What you will do: Copy out, from the entries below, each line that holds the string "found".

Saved data entries

★ ★ ★

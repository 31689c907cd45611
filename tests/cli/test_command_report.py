from __future__ import annotations

from pathlib import Path

import pytest
from command_line import Cli
from corners import HARDPOINTS

from toewright.views.browser import find_browser

REAR = HARDPOINTS / "marten_rear.toml"
VAN = HARDPOINTS / "linnet_front.toml"


def test_the_page_gets_the_name_asked_for_or_that_of_the_file(
    cli: Cli, tmp_path: Path, monkeypatch: pytest.MonkeyPatch
) -> None:
    monkeypatch.chdir(tmp_path)
    result = cli("report", REAR)
    assert result.code == 0
    assert result.out == ""
    assert "wrote marten_rear_report.html" in result.err
    assert cli("report", REAR, "--against", VAN, "-o", "review.html").code == 0
    assert sorted(p.name for p in tmp_path.iterdir()) == ["marten_rear_report.html", "review.html"]
    assert "Linnet delivery van" in (tmp_path / "review.html").read_text(encoding="utf-8")


def test_refusals_are_one_sentence_and_write_nothing(cli: Cli, tmp_path: Path) -> None:
    there = tmp_path / "there.html"
    there.write_text("mine", encoding="utf-8")
    assert "use .html or .htm" in cli("report", REAR, "-o", tmp_path / "r.doc").complaint
    assert "exists already" in cli("report", REAR, "-o", there).complaint
    assert "there is no such file" in cli("report", tmp_path / "none.toml", "-o", tmp_path / "r.html").complaint
    assert (
        "there is no such file"
        in cli("report", REAR, "--against", tmp_path / "x.toml", "-o", tmp_path / "r.html").complaint
    )
    assert there.read_text(encoding="utf-8") == "mine"
    assert [p.name for p in tmp_path.iterdir()] == ["there.html"]
    assert cli("report", REAR, "-o", there, "--force").code == 0
    assert there.read_text(encoding="utf-8").startswith("<!DOCTYPE html>")


def test_pdf_without_a_browser_is_refused_before_any_work(
    cli: Cli, tmp_path: Path, monkeypatch: pytest.MonkeyPatch
) -> None:
    monkeypatch.setenv("PATH", str(tmp_path))
    complaint = cli("report", REAR, "-o", tmp_path / "r.html", "--pdf").complaint
    assert "printing needs Chromium" in complaint
    assert "apt install chromium" in complaint
    assert list(tmp_path.iterdir()) == []


@pytest.mark.skipif(find_browser() is None, reason="no Chromium on this machine")
def test_pdf_stands_beside_the_page(cli: Cli, tmp_path: Path) -> None:
    (tmp_path / "taken.pdf").write_text("mine", encoding="utf-8")
    assert "taken.pdf: exists already" in cli("report", REAR, "-o", tmp_path / "taken.html", "--pdf").complaint
    assert cli("report", REAR, "-o", tmp_path / "r.html", "--pdf").code == 0
    assert (tmp_path / "r.pdf").read_bytes().startswith(b"%PDF")
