from __future__ import annotations

import csv
import json
from pathlib import Path

import pytest
from command_line import Cli
from corners import HARDPOINTS

FRONT = HARDPOINTS / "marten_front.toml"


def test_tables_cautions_and_sheet(cli: Cli, tmp_path: Path) -> None:
    result = cli("shims", FRONT, "--sheet", tmp_path / "sheet.html", "--out", tmp_path / "table.csv")
    assert result.code == 0
    for words in (
        "rack_height: ",
        "toe_turns: ",
        "Least bump steer in this table",
        "Steering can kill",
        "mm per wheel across the 254 mm rim",
    ):
        assert words in result.out
    rows = list(csv.reader((tmp_path / "table.csv").read_text().splitlines()))
    assert rows[0][:4] == ["adjuster", "adjustment", "status", "toe_before"]
    assert len(rows) == 1 + 4 * 7
    assert "Workshop table: Marten 04, front axle" in (tmp_path / "sheet.html").read_text()


def test_json_and_netcdf(cli: Cli, tmp_path: Path) -> None:
    found = json.loads(cli("shims", FRONT, "--json", "--out", tmp_path / "t.nc").out)
    assert found["adjusters"][0]["unit"] == "mm"
    assert len(found["bump_steer_most"]) == 28
    assert found["cautions"]


@pytest.mark.parametrize("width", [80, 100])
def test_tables_keep_to_the_width(cli: Cli, monkeypatch: pytest.MonkeyPatch, width: int) -> None:
    monkeypatch.setenv("COLUMNS", str(width))
    lines = [line for line in cli("shims", FRONT, "--toe-unit", "deg").out.splitlines() if line.startswith(" ")]
    assert max(map(len, lines)) <= width
    assert not any("…" in line for line in lines)


@pytest.mark.parametrize(
    ("arguments", "words"),
    [
        ([HARDPOINTS / "linnet_front.toml"], "has no [adjusters]"),
        ([FRONT, "--ride-height", "900"], "ride height"),
        ([FRONT, "--sheet", "x.doc"], "is unknown"),
        ([FRONT, "--travel", "3,1"], "does not ascend"),
    ],
)
def test_refusals_are_one_sentence(cli: Cli, arguments: list[str], words: str) -> None:
    result = cli("shims", *arguments)
    assert result.code == 2
    assert words in result.complaint


def test_sheet_as_pdf(cli: Cli, tmp_path: Path) -> None:
    from toewright.views.browser import find_browser

    if find_browser() is None:
        pytest.skip("no Chromium on this machine")
    assert cli("shims", FRONT, "--sheet", tmp_path / "sheet.pdf").code == 0
    assert (tmp_path / "sheet.pdf").read_bytes().startswith(b"%PDF")
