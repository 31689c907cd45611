"""The hardpoint file and what it describes: plain data, validation, units, words."""

from toewright.model.axle import POINT_NAMES, Axle, Corner, Rack, Setup, Vehicle, Wheel
from toewright.model.errors import InputError

__all__ = ["POINT_NAMES", "Axle", "Corner", "InputError", "Rack", "Setup", "Vehicle", "Wheel"]
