"""Tables of points as they come: any delimiter, decimal commas, headers, comments."""

from __future__ import annotations

import re
from dataclasses import dataclass

import numpy as np

from toewright.core.types import FloatArray
from toewright.model.errors import InputError

_NUMBER = re.compile(r"[+-]?(\d+([.,]\d*)?|[.,]\d+)([eE][+-]?\d+)?$")
_DELIMITERS = (("tab", "\t"), ("semicolon", ";"), ("comma", ","), ("spaces", None))
_UNITS = {"mm": "mm", "m": "m", "in": "in", "inch": "in", "inches": "in", '"': "in", "millimetres": "mm", "metres": "m"}


@dataclass(frozen=True)
class PointTable:
    """What was read.

    Attributes:
        names: as written.
        values: (n, 3) numbers as written, in the columns x, y, z.
        delimiter: "tab", "semicolon", "comma" or "spaces".
        decimal: "point" or "comma".
        header: the header's cells; empty where there is none.
        unit: the unit that the header states, or None.
    """

    names: tuple[str, ...]
    values: FloatArray
    delimiter: str
    decimal: str
    header: tuple[str, ...]
    unit: str | None


def _split(line: str, delimiter: str | None) -> list[str]:
    return [cell.strip().strip('"').strip("'").strip() for cell in line.split(delimiter)]


def _is_number(cell: str, decimal: str) -> bool:
    wrong = "." if decimal == "comma" else ","
    return bool(_NUMBER.match(cell)) and wrong not in cell


def _to_float(cell: str) -> float:
    return float(cell.replace(",", "."))


def _header_columns(header: list[str]) -> tuple[int, list[int], str | None] | None:
    """Name column, x y z columns and unit of a header that names x, y and z."""
    found: dict[str, int] = {}
    units: set[str] = set()
    for index, cell in enumerate(header):
        match = re.match(r"^([xyz])\s*[\[(/]?\s*([a-z\"]*)\s*[\])]?$", cell.strip().lower())
        if match and match.group(1) not in found:
            found[match.group(1)] = index
            if match.group(2):
                units.add(match.group(2))
    if len(found) != 3:
        return None
    columns = [found[letter] for letter in "xyz"]
    others = [i for i in range(len(header)) if i not in columns]
    if not others:
        return None
    name = next(
        (i for i in others if header[i].strip().lower() in ("point", "name", "hardpoint", "joint", "label", "id")),
        others[0],
    )
    known = {_UNITS.get(unit) for unit in units}
    return name, columns, known.pop() if len(known) == 1 else None


def read_point_table(text: str, file: str) -> PointTable:
    """Rows of name, x, y, z from text; lines that start with # or // and empty lines do not count.

    Raises:
        InputError: if no delimiter gives every row a name and three numbers, or more than one reading is possible.
    """
    lines = [line.rstrip() for line in text.splitlines()]
    numbered = [
        (i, line) for i, line in enumerate(lines, start=1) if line.strip() and not line.lstrip().startswith(("#", "//"))
    ]
    if len(numbered) < 2:
        raise InputError(f"{file}: has no rows of name, x, y, z; give a table with one point a line")
    readings = []
    complaint = ""
    for word, delimiter in _DELIMITERS:
        for decimal in ("point", "comma"):
            if word == "comma" and decimal == "comma":
                continue
            try:
                readings.append(_read(numbered, word, delimiter, decimal, file))
            except InputError as error:
                cells = len(_split(numbered[-1][1], delimiter))
                if cells >= 4 and not complaint:
                    complaint = str(error)
    distinct = [r for i, r in enumerate(readings) if not any(_same(r, other) for other in readings[:i])]
    if not distinct:
        raise InputError(
            complaint
            or f"{file}: line {numbered[0][0]} is not a name and three numbers; separate the cells by comma, semicolon, tab or spaces"
        )
    if len(distinct) > 1:
        raise InputError(
            f"{file}: can be read with {distinct[0].delimiter} or {distinct[1].delimiter} between cells; use one kind only"
        )
    return distinct[0]


def _same(one: PointTable, other: PointTable) -> bool:
    return one.names == other.names and np.array_equal(one.values, other.values)


def _read(numbered: list[tuple[int, str]], word: str, delimiter: str | None, decimal: str, file: str) -> PointTable:
    rows = [(number, _split(line, delimiter)) for number, line in numbered]
    name, columns, unit = 0, [1, 2, 3], None
    header: list[str] = []
    first = rows[0][1]
    described = _header_columns(first)
    if described is not None:
        name, columns, unit = described
        header, rows = first, rows[1:]
    elif len(first) >= 4 and not any(_is_number(cell, decimal) for cell in first[1:4]):
        raise InputError(
            f"{file}: line {rows[0][0]}: the header names no columns x, y and z; name them, or leave the header out"
        )
    names: list[str] = []
    values: list[list[float]] = []
    where: dict[str, int] = {}
    for number, cells in rows:
        while cells and not cells[-1]:
            cells.pop()
        if len(cells) <= max(name, *columns) or (described is None and len(cells) > 4):
            raise InputError(
                f"{file}: line {number} has {len(cells)} cells ({word} between them) where name, x, y, z are wanted; correct it"
            )
        numbers = [cells[i] for i in columns]
        bad = next((cell for cell in numbers if not _is_number(cell, decimal)), None)
        if bad is not None or _is_number(cells[name], decimal):
            raise InputError(
                f"{file}: line {number}: {bad if bad is not None else cells[name]!r} is out of place; write name, x, y, z"
            )
        label = cells[name]
        if label in where:
            raise InputError(
                f"{file}: line {number}: {label} comes a second time (first in line {where[label]}); remove one"
            )
        where[label] = number
        names.append(label)
        values.append([_to_float(cell) for cell in numbers])
    if not names:
        raise InputError(f"{file}: has a header and no points; add rows of name, x, y, z")
    return PointTable(tuple(names), np.array(values), word, decimal, tuple(header), unit)
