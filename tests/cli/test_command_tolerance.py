from __future__ import annotations

import csv
import json
from pathlib import Path

import pytest
from command_line import Cli
from corners import HARDPOINTS

FRONT = HARDPOINTS / "marten_front.toml"
FEW = ("--builds", "2000")


def test_bands_shares_picture_and_files(cli: Cli, tmp_path: Path) -> None:
    result = cli("tolerance", FRONT, *FEW, "--plot", tmp_path / "t.png", "--out", tmp_path / "t.csv")
    assert result.code == 0
    for words in (
        "2,000 builds asked for",
        "seed 1",
        "5, 50 and 95 %",
        "What makes the spread",
        "shared rack_height",
        "no [targets]",
    ):
        assert words in result.out
    rows = list(csv.reader((tmp_path / "t.csv").read_text().splitlines()))
    assert rows[0][:3] == ["wheel", "wheel_travel", "drawn"]
    assert len(rows) == 1 + 3 * 21
    assert (tmp_path / "t.png").read_bytes().startswith(b"\x89PNG")


def test_yields_of_targets(cli: Cli, tmp_path: Path) -> None:
    (tmp_path / "marten_rear.toml").write_text((HARDPOINTS / "marten_rear.toml").read_text())
    car = tmp_path / "car.toml"
    car.write_text(f"{FRONT.read_text()}\n[targets]\nbump_steer = {{over_travel = [-20, 20], within = 0.12}}\n")
    result = cli("tolerance", car, *FEW)
    assert "Yield of the file's targets" in result.out
    found = json.loads(cli("tolerance", car, *FEW, "--json", "--out", tmp_path / "t.nc").out)
    target = found["targets"][0]
    assert target["yield_95_percent_interval"][0] < target["yield"] < target["yield_95_percent_interval"][1]


@pytest.mark.parametrize(
    ("arguments", "words"),
    [
        ([HARDPOINTS / "linnet_front.toml"], "has no [tolerance]"),
        ([FRONT, "--builds", "2"], "builds 2"),
        ([FRONT, "--seed", "-1"], "--seed -1"),
        ([FRONT, "--plot", "x.bmp"], "is unknown"),
        ([FRONT, *FEW, "--travel", "900"], "no build reaches"),
    ],
)
def test_refusals_are_one_sentence(cli: Cli, arguments: list[str], words: str) -> None:
    result = cli("tolerance", *arguments)
    assert result.code == 2
    assert words in result.complaint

★ ★ ★

Solved problem:
    found = json.loads(cli("shims", FRONT, "--json", "--out", tmp_path / "t.nc").out)
    assert found["adjusters"][0]["unit"] == "mm"
    assert len(found["bump_steer_most"]) == 28
    assert found["cautions"]
    found: dict[str, int] = {}
        if match and match.group(1) not in found:
            found[match.group(1)] = index
    if len(found) != 3:
    columns = [found[letter] for letter in "xyz"]
    found = json.loads(cli("tolerance", car, *FEW, "--json", "--out", tmp_path / "t.nc").out)
    target = found["targets"][0]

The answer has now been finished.